* Exercise details:
Without omitting anything, copy the data exactly.

* Task input:

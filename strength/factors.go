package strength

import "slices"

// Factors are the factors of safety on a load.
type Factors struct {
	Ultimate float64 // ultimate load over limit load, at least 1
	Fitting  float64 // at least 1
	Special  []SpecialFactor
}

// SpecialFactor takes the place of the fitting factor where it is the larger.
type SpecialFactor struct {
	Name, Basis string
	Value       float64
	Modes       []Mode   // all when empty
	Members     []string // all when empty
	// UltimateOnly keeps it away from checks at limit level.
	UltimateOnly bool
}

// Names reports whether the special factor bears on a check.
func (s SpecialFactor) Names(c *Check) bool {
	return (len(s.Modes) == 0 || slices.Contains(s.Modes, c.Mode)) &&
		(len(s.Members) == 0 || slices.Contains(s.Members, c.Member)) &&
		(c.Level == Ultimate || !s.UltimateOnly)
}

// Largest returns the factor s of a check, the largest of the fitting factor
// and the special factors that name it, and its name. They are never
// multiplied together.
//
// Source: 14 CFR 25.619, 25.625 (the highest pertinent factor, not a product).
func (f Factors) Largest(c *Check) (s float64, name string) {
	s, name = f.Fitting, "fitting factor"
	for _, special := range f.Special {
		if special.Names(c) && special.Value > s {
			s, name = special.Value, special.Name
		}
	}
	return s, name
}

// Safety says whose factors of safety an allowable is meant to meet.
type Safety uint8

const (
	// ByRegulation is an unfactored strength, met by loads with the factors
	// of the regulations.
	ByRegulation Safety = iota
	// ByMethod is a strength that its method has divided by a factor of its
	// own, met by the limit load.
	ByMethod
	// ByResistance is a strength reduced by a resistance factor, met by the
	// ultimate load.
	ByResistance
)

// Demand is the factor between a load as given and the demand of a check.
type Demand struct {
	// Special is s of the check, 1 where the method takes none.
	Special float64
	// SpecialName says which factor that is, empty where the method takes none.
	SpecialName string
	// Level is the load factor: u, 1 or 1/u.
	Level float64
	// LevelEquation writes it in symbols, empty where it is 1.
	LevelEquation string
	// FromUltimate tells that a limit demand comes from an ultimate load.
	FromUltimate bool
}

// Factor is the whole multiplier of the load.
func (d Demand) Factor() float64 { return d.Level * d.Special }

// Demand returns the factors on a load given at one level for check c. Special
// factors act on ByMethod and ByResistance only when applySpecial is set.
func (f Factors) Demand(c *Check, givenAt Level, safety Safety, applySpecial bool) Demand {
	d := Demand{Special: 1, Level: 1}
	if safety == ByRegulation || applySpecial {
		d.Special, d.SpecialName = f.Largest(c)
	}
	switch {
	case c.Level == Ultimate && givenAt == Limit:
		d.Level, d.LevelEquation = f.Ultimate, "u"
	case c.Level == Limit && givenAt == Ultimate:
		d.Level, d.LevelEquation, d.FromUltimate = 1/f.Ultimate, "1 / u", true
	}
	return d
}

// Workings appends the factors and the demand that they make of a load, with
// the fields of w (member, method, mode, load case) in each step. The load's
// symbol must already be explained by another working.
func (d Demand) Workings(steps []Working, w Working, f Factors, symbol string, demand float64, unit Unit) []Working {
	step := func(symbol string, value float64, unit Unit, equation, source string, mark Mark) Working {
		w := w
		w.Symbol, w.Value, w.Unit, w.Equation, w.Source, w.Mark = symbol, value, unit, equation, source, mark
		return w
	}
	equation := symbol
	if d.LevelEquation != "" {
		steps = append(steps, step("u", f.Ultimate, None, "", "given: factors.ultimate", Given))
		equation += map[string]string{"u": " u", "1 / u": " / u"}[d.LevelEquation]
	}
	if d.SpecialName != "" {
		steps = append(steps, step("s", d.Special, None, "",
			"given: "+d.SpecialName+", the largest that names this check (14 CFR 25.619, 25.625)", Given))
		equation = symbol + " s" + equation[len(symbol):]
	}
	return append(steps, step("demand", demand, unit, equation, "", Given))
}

* Task answer:
filename strength/factors.go
package strength

import "slices"

// Factors are the factors of safety on a load.
type Factors struct {
	Ultimate float64 // ultimate load over limit load, at least 1
	Fitting  float64 // at least 1
	Special  []SpecialFactor
}

// SpecialFactor takes the place of the fitting factor where it is the larger.
type SpecialFactor struct {
	Name, Basis string
	Value       float64
	Modes       []Mode   // all when empty
	Members     []string // all when empty
	// UltimateOnly keeps it away from checks at limit level.
	UltimateOnly bool
}

// Names reports whether the special factor bears on a check.
func (s SpecialFactor) Names(c *Check) bool {
	return (len(s.Modes) == 0 || slices.Contains(s.Modes, c.Mode)) &&
		(len(s.Members) == 0 || slices.Contains(s.Members, c.Member)) &&
		(c.Level == Ultimate || !s.UltimateOnly)
}

// Largest returns the factor s of a check, the largest of the fitting factor
// and the special factors that name it, and its name. They are never
// multiplied together.
//
// Source: 14 CFR 25.619, 25.625 (the highest pertinent factor, not a product).
func (f Factors) Largest(c *Check) (s float64, name string) {
	s, name = f.Fitting, "fitting factor"
	for _, special := range f.Special {
		if special.Names(c) && special.Value > s {
			s, name = special.Value, special.Name
		}
	}
	return s, name
}

// Safety says whose factors of safety an allowable is meant to meet.
type Safety uint8

const (
	// ByRegulation is an unfactored strength, met by loads with the factors
	// of the regulations.
	ByRegulation Safety = iota
	// ByMethod is a strength that its method has divided by a factor of its
	// own, met by the limit load.
	ByMethod
	// ByResistance is a strength reduced by a resistance factor, met by the
	// ultimate load.
	ByResistance
)

// Demand is the factor between a load as given and the demand of a check.
type Demand struct {
	// Special is s of the check, 1 where the method takes none.
	Special float64
	// SpecialName says which factor that is, empty where the method takes none.
	SpecialName string
	// Level is the load factor: u, 1 or 1/u.
	Level float64
	// LevelEquation writes it in symbols, empty where it is 1.
	LevelEquation string
	// FromUltimate tells that a limit demand comes from an ultimate load.
	FromUltimate bool
}

// Factor is the whole multiplier of the load.
func (d Demand) Factor() float64 { return d.Level * d.Special }

// Demand returns the factors on a load given at one level for check c. Special
// factors act on ByMethod and ByResistance only when applySpecial is set.
func (f Factors) Demand(c *Check, givenAt Level, safety Safety, applySpecial bool) Demand {
	d := Demand{Special: 1, Level: 1}
	if safety == ByRegulation || applySpecial {
		d.Special, d.SpecialName = f.Largest(c)
	}
	switch {
	case c.Level == Ultimate && givenAt == Limit:
		d.Level, d.LevelEquation = f.Ultimate, "u"
	case c.Level == Limit && givenAt == Ultimate:
		d.Level, d.LevelEquation, d.FromUltimate = 1/f.Ultimate, "1 / u", true
	}
	return d
}

// Workings appends the factors and the demand that they make of a load, with
// the fields of w (member, method, mode, load case) in each step. The load's
// symbol must already be explained by another working.
func (d Demand) Workings(steps []Working, w Working, f Factors, symbol string, demand float64, unit Unit) []Working {
	step := func(symbol string, value float64, unit Unit, equation, source string, mark Mark) Working {
		w := w
		w.Symbol, w.Value, w.Unit, w.Equation, w.Source, w.Mark = symbol, value, unit, equation, source, mark
		return w
	}
	equation := symbol
	if d.LevelEquation != "" {
		steps = append(steps, step("u", f.Ultimate, None, "", "given: factors.ultimate", Given))
		equation += map[string]string{"u": " u", "1 / u": " / u"}[d.LevelEquation]
	}
	if d.SpecialName != "" {
		steps = append(steps, step("s", d.Special, None, "",
			"given: "+d.SpecialName+", the largest that names this check (14 CFR 25.619, 25.625)", Given))
		equation = symbol + " s" + equation[len(symbol):]
	}
	return append(steps, step("demand", demand, unit, equation, "", Given))
}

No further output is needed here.